TASK DIRECTIONS:
Among the records below, find each line containing the word "where" and copy it.

ENTRIES SUPPLIED:

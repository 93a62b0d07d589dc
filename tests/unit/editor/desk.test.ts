// @vitest-environment jsdom
import { Editor } from '@tiptap/core';
import { UndoRedo } from '@tiptap/extensions';
import { afterEach, describe, expect, it } from 'vitest';
import { editable, trimmed, withoutReadings } from '@/components/entry/editor/document';
import { formFrom, type CutForm } from '@/components/entry/editor/form';
import { FormStore } from '@/components/entry/editor/form-store';
import { guard } from '@/components/entry/editor/guard';
import { stillLacking } from '@/components/entry/editor/paths';
import { CutBlock, PROSE, ReadingBlock } from '@/lib/documents/extensions';
import { validateDocument } from '@/lib/documents/validate';
import { content, cut, OTHER_READING, reading, READING } from './factories';

const paragraph = (text?: string) => ({
  type: 'paragraph',
  ...(text ? { content: [{ type: 'text', text }] } : {}),
});
const CUT = { type: 'cut' };
const block = (id: string) => ({ type: 'reading', attrs: { id } });
const types = (doc: { content?: readonly { type?: string }[] }) =>
  (doc.content ?? []).map(({ type }) => type);

describe('the document as it is written in', () => {
  it('has its cut, every reading, and a line before and after them', () => {
    const doc = editable({ type: 'doc', content: [block(READING)] }, [READING, OTHER_READING]);
    expect(doc.content).toEqual([paragraph(), block(READING), CUT, block(OTHER_READING), paragraph()]);
  });

  it('is stored without the lines that only hold the caret, and opens again as it was', () => {
    const doc = editable({ type: 'doc', content: [] }, [READING]);
    const stored = trimmed(doc);
    expect(stored.content).toEqual([CUT, block(READING)]);
    expect(editable(stored, [READING])).toEqual(doc);
    expect(validateDocument(stored)).toEqual([]);
  });

  it('without some of its readings is what it was before they came', () => {
    const doc = trimmed(editable({ type: 'doc', content: [paragraph('x')] }, [READING, OTHER_READING]));
    expect(withoutReadings(doc, [OTHER_READING]).content).toEqual([paragraph('x'), CUT, block(READING)]);
  });
});

describe('whatever is done to the prose', () => {
  let editor: Editor | null = null;
  afterEach(() => editor?.destroy());

  function open(...nodes: object[]): Editor {
    editor = new Editor({
      extensions: [...PROSE, CutBlock, ReadingBlock, UndoRedo, guard((id) => id === READING)],
      content: { type: 'doc', content: nodes },
      injectCSS: false,
    });
    return editor;
  }

  it('deleting all of it leaves the cut and a line to write in, and undo brings everything back', () => {
    const desk = open(paragraph('before'), CUT, block(READING), paragraph('after'));
    desk.chain().selectAll().deleteSelection().run();
    expect(types(desk.getJSON())).toContain('cut');
    expect(types(desk.getJSON())).not.toContain('reading');
    expect(types(desk.getJSON()).at(-1)).toBe('paragraph');
    desk.commands.undo();
    expect(desk.getJSON().content).toEqual([paragraph('before'), CUT, block(READING), paragraph('after')]);
  });

  it('a cut that was deleted stands again where it stood', () => {
    const desk = open(paragraph('before'), CUT, paragraph('after'));
    desk.chain().setNodeSelection(8).deleteSelection().run();
    expect(desk.getJSON().content).toEqual([paragraph('before'), CUT, paragraph('after')]);
  });

  it('a second cut, a reading twice and another entry’s reading do not come in by pasting', () => {
    const desk = open(paragraph('before'), CUT, block(READING), paragraph());
    desk.commands.insertContentAt(0, [CUT, block(READING), block(OTHER_READING), paragraph('pasted')]);
    expect(types(desk.getJSON()).filter((type) => type === 'cut')).toHaveLength(1);
    expect(types(desk.getJSON()).filter((type) => type === 'reading')).toHaveLength(1);
    expect(desk.getText()).toContain('pasted');
    expect(validateDocument(desk.getJSON())).toEqual([]);
  });

  it('a line of prose follows the last block', () => {
    const desk = open(paragraph('before'), CUT, paragraph('x'));
    desk.commands.insertContentAt(desk.state.doc.content.size, block(READING));
    expect(types(desk.getJSON())).toEqual(['paragraph', 'cut', 'paragraph', 'reading', 'paragraph']);
  });

  it('Tab is not taken by a list: it leaves the prose as it leaves a field', () => {
    const item = { type: 'listItem', content: [paragraph('one')] };
    const desk = open({ type: 'bulletList', content: [item, item] }, CUT, paragraph());
    desk.commands.setTextSelection(12);
    const tab = new KeyboardEvent('keydown', { key: 'Tab', bubbles: true, cancelable: true });
    desk.view.dom.dispatchEvent(tab);
    expect(tab.defaultPrevented).toBe(false);
  });
});

describe('what stands in the fields', () => {
  function store(change: Partial<EntryCut> = {}) {
    const typed: number[] = [];
    const held = new FormStore(formFrom(content({ cut: cut(change) }), 'metric'), 'metric', () =>
      typed.push(1),
    );
    return { held, typed, cutAfter: (next: Partial<CutForm>) => (held.setCut(next), held.get().cut) };
  }
  type EntryCut = ReturnType<typeof cut>;

  it('two lengths say how deep the cut went, to six decimals', () => {
    const { cutAfter } = store({ tip: 'removed' });
    expect(cutAfter({ removedLength: '1' }).severity).toBeNull();
    expect(cutAfter({ retainedLength: '2 m' }).severity).toBe(0.333333);
  });

  it('they say nothing with the tip kept, of an uncut branch, or half typed', () => {
    const lengths = { removedLength: '1', retainedLength: '2' };
    expect(store({ tip: 'kept', severity: 0.2 }).cutAfter(lengths).severity).toBe(0.2);
    expect(store({ kind: 'none' }).cutAfter(lengths).severity).toBeNull();
    expect(store().cutAfter({ removedLength: '1', retainedLength: 'two' }).severity).toBeNull();
  });

  it('a length that is measured takes the place of a class that was guessed', () => {
    const { cutAfter } = store({ severity: 0.75, severityEstimated: true });
    expect(cutAfter({ removedLength: '1', retainedLength: '3' })).toMatchObject({
      severity: 0.25,
      severityEstimated: false,
    });
  });

  it('tells its listeners and its keeper of every change, and forgets no reading', () => {
    const { held, typed } = store();
    let heard = 0;
    const stop = held.subscribe(() => (heard += 1));
    held.setReading(READING, { counts: '7 9' });
    held.setReading(READING, { date: '2026-04-28' });
    stop();
    held.set({ title: 'x' });
    expect([heard, typed.length]).toEqual([2, 3]);
    expect(held.get().readings[READING]).toMatchObject({ counts: '7 9', date: '2026-04-28' });
  });
});

describe('what the bench still needs', () => {
  it('goes, line by line, as it is filled in', () => {
    const asked = [
      'species',
      'place.sun',
      'cut.tip',
      'readings',
      `readings.${READING}.counts`,
      `readings.${READING}.date`,
    ];
    const lacks = asked.map((path) => ({ path, message: 'is needed' }));
    const left = (change: Parameters<typeof content>[0]) =>
      stillLacking(lacks, content(change)).map(({ path }) => path);
    expect(left({})).toEqual(['species', 'place.sun', 'cut.tip', 'readings']);
    expect(left({ species: 'ficus-carica', cut: cut({ tip: 'kept' }) })).toEqual(['place.sun', 'readings']);
    const open = reading({ counts: null, date: null });
    expect(left({ readings: [open] })).toEqual(['species', 'place.sun', 'cut.tip', ...asked.slice(4)]);
    expect(left({ readings: [{ ...open, total: 3, branches: 1 }] })).not.toContain(asked[4]);
  });
});
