def test_analyse_says_in_words_how_a_run_reproduces(demo: Any, tmp_path: Path) -> None:
    runs, _ = demo
    changed = tmp_path / "run.h5"
    shutil.copy(runs[0]["file"], changed)
    with h5py.File(changed, "r+") as file:
        counts = file["entry/scan/counts"]
        counts[...] = counts[...] + 1
    done = gratingd(
        "analyse", runs[1]["file"], changed, REFERENCE / "measured_pairs" / "ar_750.csv", cwd=tmp_path
    )
    assert done.returncode == 0, done.stderr
    first, second = done.stdout.splitlines()[-2:]
    assert first == f"{runs[1]['target']}: re-analysis: bit-equal to the recorded conclusion"
    assert re.fullmatch(
        rf"{runs[0]['target']}: re-analysis: (different from|within \S+ relative of) the recorded conclusion",
        second,
    )


def test_a_run_is_known_by_what_it_holds_and_takes_no_options(demo: Any, tmp_path: Path) -> None:
    runs, _ = demo
    spectrum = REFERENCE / "measured_pairs" / "ar_750.csv"
    renamed = tmp_path / "run.dat"
    shutil.copy(runs[0]["file"], renamed)
    done = gratingd("analyse", "--json", "run.dat", cwd=tmp_path)
    assert [run["reproduces"] for run in json.loads(done.stdout)["runs"]] == ["bit-equal"]
    for options, named in [
        (["--line", "313.155"], "--line"),
        (["--line", "313.155", "--known-line", "313.2"], "--line, --known-line"),
        (["--target", "hg-313-pair"], "--target"),
        (["--false-alarm", "0.001"], "--false-alarm"),  # also when it is the default that was typed
    ]:
        for files in ([runs[0]["file"]], ["run.dat"], [spectrum, "run.dat"]):
            told = complaint(gratingd("analyse", *files, *options, cwd=tmp_path), Exit.MISTAKE)
            assert "a run file (HDF5) is weighed again by the target in its own records" in told
            assert f"without {named};" in " ".join(told.split())
    assert list(tmp_path.iterdir()) == [renamed]


def test_a_journal_given_to_analyse_is_sent_to_recover(demo: Any, tmp_path: Path) -> None:
    runs, folder = demo
    journal = folder / f"{runs[0]['run_id']}.journal"
    shutil.copy(journal, tmp_path / "renamed.csv")
    (tmp_path / "empty.journal").touch()
    for file, where in [(journal, folder), ("renamed.csv", "."), ("empty.journal", ".")]:
        told = complaint(gratingd("analyse", file, cwd=tmp_path), Exit.MISTAKE)
        assert told.startswith(f"gratingd: {file}: is a journal, not a spectrum")
        assert told.endswith(f"gratingd recover {where}\n")


def test_the_demo_ends_with_its_table(tmp_path: Path) -> None:
    done = gratingd("demo", cwd=tmp_path)
    assert done.returncode == 0, done.stderr
    table = done.stdout.splitlines()
    assert table[0].split()[:2] == ["target", "verdict"]
    assert [line.split("  ")[0] for line in table[1:10]] == list(ALLOWED)
    assert table[-1] == f"Files in {tmp_path / 'gratingd-demo'}"
    assert "\x1b" not in done.stdout + done.stderr
    assert len(list((tmp_path / "gratingd-demo").glob("*.h5"))) == 9


# ---- night ----------------------------------------------------------------------------------------------


def test_a_night_again_in_the_same_folder_overwrites_nothing(tmp_path: Path) -> None:
    night = night_file(tmp_path)
    command = ("night", tmp_path / "bench.toml", night, "--confirm", "--out", "runs", "--json")
    first = json.loads(gratingd(*command, cwd=tmp_path).stdout)["runs"]
    before = {path: path.read_bytes() for path in (tmp_path / "runs").iterdir()}
    second = json.loads(gratingd(*command, cwd=tmp_path).stdout)["runs"]
    assert [run["run_id"][-2:] for run in first + second] == ["-1", "-2"]
    after = {path: path.read_bytes() for path in (tmp_path / "runs").iterdir()}
    assert {path: after[path] for path in before} == before
    assert len(after) == len(before) + 2


def test_two_nights_in_one_folder_at_once_the_second_is_refused(tmp_path: Path) -> None:
    night = night_file(tmp_path, text=QUICK_TARGET)
    command = ("night", tmp_path / "bench.toml", night, "--confirm", "--out", "runs", "--json")
    first = start(*command, "--real-time", cwd=tmp_path)
    try:
        lock = tmp_path / "runs" / ".gratingd.lock"
        while not (lock.exists() and lock.read_text()):
            assert first.poll() is None, first.communicate()
        told = complaint(gratingd(*command, cwd=tmp_path), Exit.BROKE_OFF)
        assert f"another gratingd (process {first.pid}) works in this folder" in told
    finally:
        first.terminate()
        out, _ = first.communicate(timeout=60)
    assert first.returncode == Exit.STOPPED
    assert [run["stop_reason"] for run in json.loads(out)["runs"]] == ["stopped-by-user"]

TASK RESPONSE:
  it('a cut that was deleted stands again where it stood', () => {
    for file, where in [(journal, folder), ("renamed.csv", "."), ("empty.journal", ".")]:
        assert told.endswith(f"gratingd recover {where}\n")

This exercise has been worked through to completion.